Harry Maguire was a controversial choice in Gareth Southgate’s England squad (Picture: Getty)
Just as the league season is getting into a nice rhythm along comes the first international break, like a dark cloud in a bright sky.
It’s not all bad, some people welcome bit of shade and rain is good for the garden but it’s fair to say international football – in the shape of an Ukraine-England Euro 2024 qualifier and an England-Scotland friendly – is not what every football fan was hoping for this weekend.
Luckily, Gareth Southgate has decided to spice things up by again calling up perennial Premier League bench-warmers Harry Maguire and Kalvin Phillips and overlooking the likes of Raheem Sterling, Jarrod Bowen and James Ward-Prowse, three players who have started the season with the vigorous abandon of men who fear it may be their last.
Southgate admitted Sterling was ‘not particularly happy’ to be left out while Rio Ferdinand said he was ‘amazed’. Not at his own omission – the big man retired eight years ago and is more vibes than tackles nowadays – but on behalf of others.
‘Phillips and Maguire don’t kick a ball. They don’t play,’ said the former England captain, not at all unreasonably. ‘If I was Sterling, I’d be very disappointed. If you’re going by the yard stick Gareth’s using with the likes of Maguire and Phillips, why is it all right for them guys to get in and not him?’
It is a fair point, and one Southgate probably isn’t very comfortable with. Save for the odd opportunity to wrap Harry Kane or Bukayo Saka in cotton wool before a big game, no international manager wants their players to be sitting on the bench at club level.
It is a situation which gives credence to a charge long levelled at the England boss – namely that he is excessively loyal to certain players. But is that fair?
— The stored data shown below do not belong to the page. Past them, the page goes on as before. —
def make_plan(sequence: Sequence, caps: BenchCaps) -> Plan:
    """Plan a sequence on a bench.

    Raises
    ------
    PlanError
        A step needs something the bench lacks (stage, mast, probe, RBW).
    SafetyLimitError
        A position lies outside the stage, mast or turntable limits (the first one found).
    """
    state = _State(caps=caps, warnings=list(sequence.warnings))
    state.warnings.extend(_sweep_warnings(sequence, caps.analyzer))
    summaries = []
    for index, step in enumerate(sequence.steps):
        first = len(state.actions)
        planner = _PLANNERS[type(step)]
        note = planner(state, sequence, index, step)
        summaries.append(_summarize(index, step, state.actions[first:], sequence, note))
    return Plan(sequence_name=sequence.name, actions=tuple(state.actions),
                steps=tuple(summaries), warnings=tuple(state.warnings))


def _where(index: int, step) -> str:
    return f"steps[{index}] '{step.label}'"


def _segments_for(state: _State, sequence: Sequence, index: int, step) -> tuple[Segment, ...]:
    sweep = sequence.sweep_of(step)
    steps_hz = state.caps.analyzer.rbw_steps_hz
    if steps_hz and not any(abs(sweep.rbw_hz - r) <= 1e-6 * r for r in steps_hz):
        nearest = sorted(steps_hz, key=lambda r: abs(r - sweep.rbw_hz))[:2]
        raise PlanError(f"{_where(index, step)}: expected an RBW the analyzer offers "
                        f"(nearest: {', '.join(format_hz(r) for r in sorted(nearest))}), "
                        f"found {format_hz(sweep.rbw_hz)}")
    return segment_sweep(sweep, state.caps.analyzer)


def _add(state: _State, index: int, step, segments, pose, motion_s: float,
         powered: bool = True) -> None:
    est = motion_s + _segments_time_s(segments, state.caps.analyzer)
    state.actions.append(Action(index=len(state.actions), step_index=index,
                                step_label=step.label, step_kind=step.kind,
                                segments=segments, pose=pose, board_powered=powered,
                                est_time_s=est, motion_time_s=motion_s))


def _plan_single(state: _State, sequence: Sequence, index: int, step) -> str:
    segments = _segments_for(state, sequence, index, step)
    pose, motion_s = None, 0.0
    if step.has_pose:
        pose = FarFieldPose(step.height_m, step.polarization, step.azimuth_deg)
        _check_far_pose(state.caps, index, step, pose)
        motion_s = _far_move_time_s(state.far_pose, pose, state.caps)
        state.far_pose = _merge_pose(state.far_pose, pose)
    _add(state, index, step, segments, pose, motion_s,
         powered=not isinstance(step, AmbientStep))
    return ""


def _plan_grid(state: _State, sequence: Sequence, index: int, step: GridStep) -> str:
    stage, probe = _grid_needs(state.caps, index, step)
    orientations = step.orientations_deg
    if orientations is None:
        orientations = (0.0, 90.0) if probe.kind == "h-loop" else (0.0,)
    _grid_warnings(state, index, step, probe, orientations, stage)
    segments = _segments_for(state, sequence, index, step)
    poses = _grid_poses(step, stage, probe, orientations)
    _check_stage_limits(stage, index, step, poses)
    for pose in poses:
        motion_s = stage_move_time_s(state.stage_pose, pose, stage)
        _add(state, index, step, segments, pose, motion_s)
        state.stage_pose = pose
    return ""


def _grid_needs(caps: BenchCaps, index: int, step: GridStep) -> tuple[StageCaps, ProbeCaps]:
    if caps.stage is None:
        raise PlanError(f"{_where(index, step)}: expected a [stage] in the bench file for a "
                        f"grid step, found none")
    probe = caps.probes.get(step.probe)
    if probe is None:
        known = ", ".join(sorted(caps.probes)) or "none"
        raise PlanError(f"{_where(index, step)}: expected a probe of the bench file "
                        f"({known}), found '{step.probe}'")
    scan_z_m = caps.stage.board_origin_m[2] + step.height_m
    if caps.stage.safe_z_m < scan_z_m:
        raise SafetyLimitError(f"{_where(index, step)}: expected safe_z above the scan height "
                               f"(stage z = {scan_z_m * 1e3:g} mm), found "
                               f"{caps.stage.safe_z_m * 1e3:g} mm")
    return caps.stage, probe


def _grid_warnings(state: _State, index: int, step: GridStep, probe: ProbeCaps,
                   orientations: tuple[float, ...], stage: StageCaps) -> None:
    if probe.kind == "h-loop" and len(orientations) == 1:
        state.warnings.append(f"{_where(index, step)}: H-loop scanned in one orientation "
                              f"({orientations[0]:g} deg); a loop only sees the field through "
                              f"it, so scan 0 and 90 deg (common practice)")
    if len(orientations) > 1 and not stage.rotary_axis:
        raise PlanError(f"{_where(index, step)}: {len(orientations)} probe orientations, but the stage "
                        "has no rotary axis (bench [stage] rotary_axis = false): give the step one "
                        "orientation and run the other as a second sequence after turning the probe by hand")


def _grid_poses(step: GridStep, stage: StageCaps, probe: ProbeCaps,
                orientations: tuple[float, ...]) -> list[StagePose]:
    ox, oy, oz = stage.board_origin_m
    one_pass = grid_positions(step)
    poses = []
    for k, rotation in enumerate(orientations):
        # serpentine: the next orientation starts where the last one ended
        order = one_pass[::-1] if step.path == "serpentine" and k % 2 == 1 else one_pass
        poses.extend(StagePose(ox + bx, oy + by, oz + step.height_m, rotation, probe.tool,
                               bx, by, step.height_m, step.probe) for bx, by in order)
    return poses


def _check_stage_limits(stage: StageCaps, index: int, step: GridStep,
                        poses: list[StagePose]) -> None:
    for number, pose in enumerate(poses, start=1):
        for axis, value, (lo, hi) in zip("xyz", (pose.x_m, pose.y_m, pose.z_m), stage.limits_m):
            if value < lo - _EPS or value > hi + _EPS:
                raise SafetyLimitError(
                    f"{_where(index, step)}: position {number} of {len(poses)} (board x = "
                    f"{pose.board_x_m * 1e3:g} mm, y = {pose.board_y_m * 1e3:g} mm): expected "
                    f"stage {axis} within [{lo * 1e3:g} mm, {hi * 1e3:g} mm], found "
                    f"{value * 1e3:g} mm")


def _plan_prescan(state: _State, sequence: Sequence, index: int, step: PrescanStep) -> str:
    segments = _segments_for(state, sequence, index, step)
    poses = _prescan_poses(step)
    for pose in poses:
        _check_far_pose(state.caps, index, step, pose)
    for pose in poses:
        motion_s = _far_move_time_s(state.far_pose, pose, state.caps)
        _add(state, index, step, segments, pose, motion_s)
        state.far_pose = pose
    return ""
Where are the players who could come into the team for Maguire, or fill Phillips’ role as understudy to Declan Rice? Of the 45 men who started at centre-back in the Premier League last weekend, only 13 are qualified to play for England.
Marc Guehi is one young defender at England’s disposal (Picture: Getty Images)
Three of them, Lewis Dunk, Levi Colwill and Marc Guehi, are in the squad. Two more, Dan Burn and Joe Gomez, were covering for injuries. James Tarkowski is 30 and won the last of his two caps in 2018, Max Kilman now captains Wolves and may have a case for recognition, Jarrad Branthwaite was an unused substitute in England’s Euro Under-21 final triumph this summer and is yet to establish himself at Everton. That leaves Reece Burke, Jack Robinson, Ben Mee, Joe Worrall and Craig Dawson. Who are you picking?
Defensive midfield is even sparser territory. Without boring you with the sums, if you take the deepest-lying midfielder playing for each top-flight team last weekend then only three of them were English – Harrison Reed, Lewis Cook and Declan Rice. Four if you judge Nottingham Forest’s Ryan Yates to be a defensive midfielder, which he isn’t.
Ryan Yates is one of the few English midfielders in the Premier League (Picture: Getty Images)
So, if you want Kalvin Phillips replaced as your ‘break-glass-in-case-of-emergency’ cover for Declan Rice you can have Harrison Reed, Lewis Cook or Ryan Yates. I’m not saying you shouldn’t, but those are your options. We can discuss why Ward-Prowse isn’t picked and Conor Gallagher is but neither are defensive midfielders anyway, so let’s not.
So, the evidence suggests, Southgate’s perseverance with Maguire and Phillips is necessity rather than excessive loyalty. Pragmatism, not belligerence.
In attack, the England manager faces a very different issue – less who do you pick than who do you leave out? Sterling may be rejuvenated at Chelsea and Bowen in brilliant form for West Ham but do they offer more at international level than Saka, Phil Foden, Jack Grealish or James Maddison? Ward-Prowse has given the Hammers a creative spark but has he done enough to partner Rice when Jude Bellingham is the top scorer in LaLiga?
For years, England’s shortcomings at international level could in part be attributed to a lack of quality going forward – too many roundheads, not enough cavaliers. Things suddenly look very different: an abundance of quality in attack, a threadbare set of options in defensive areas. It’s a nice problem to have but it’s still a problem.
Another issue facing Southgate is how to keep a successful team – and England are such a team – fresh without losing what made them good to start with. With the inclusion of Guehi, Colwill, Eberechi Eze and Eddie Nketiah the manager continues to show he is prepared to do that. In other areas, he may want to do more but he literally doesn’t have any choice.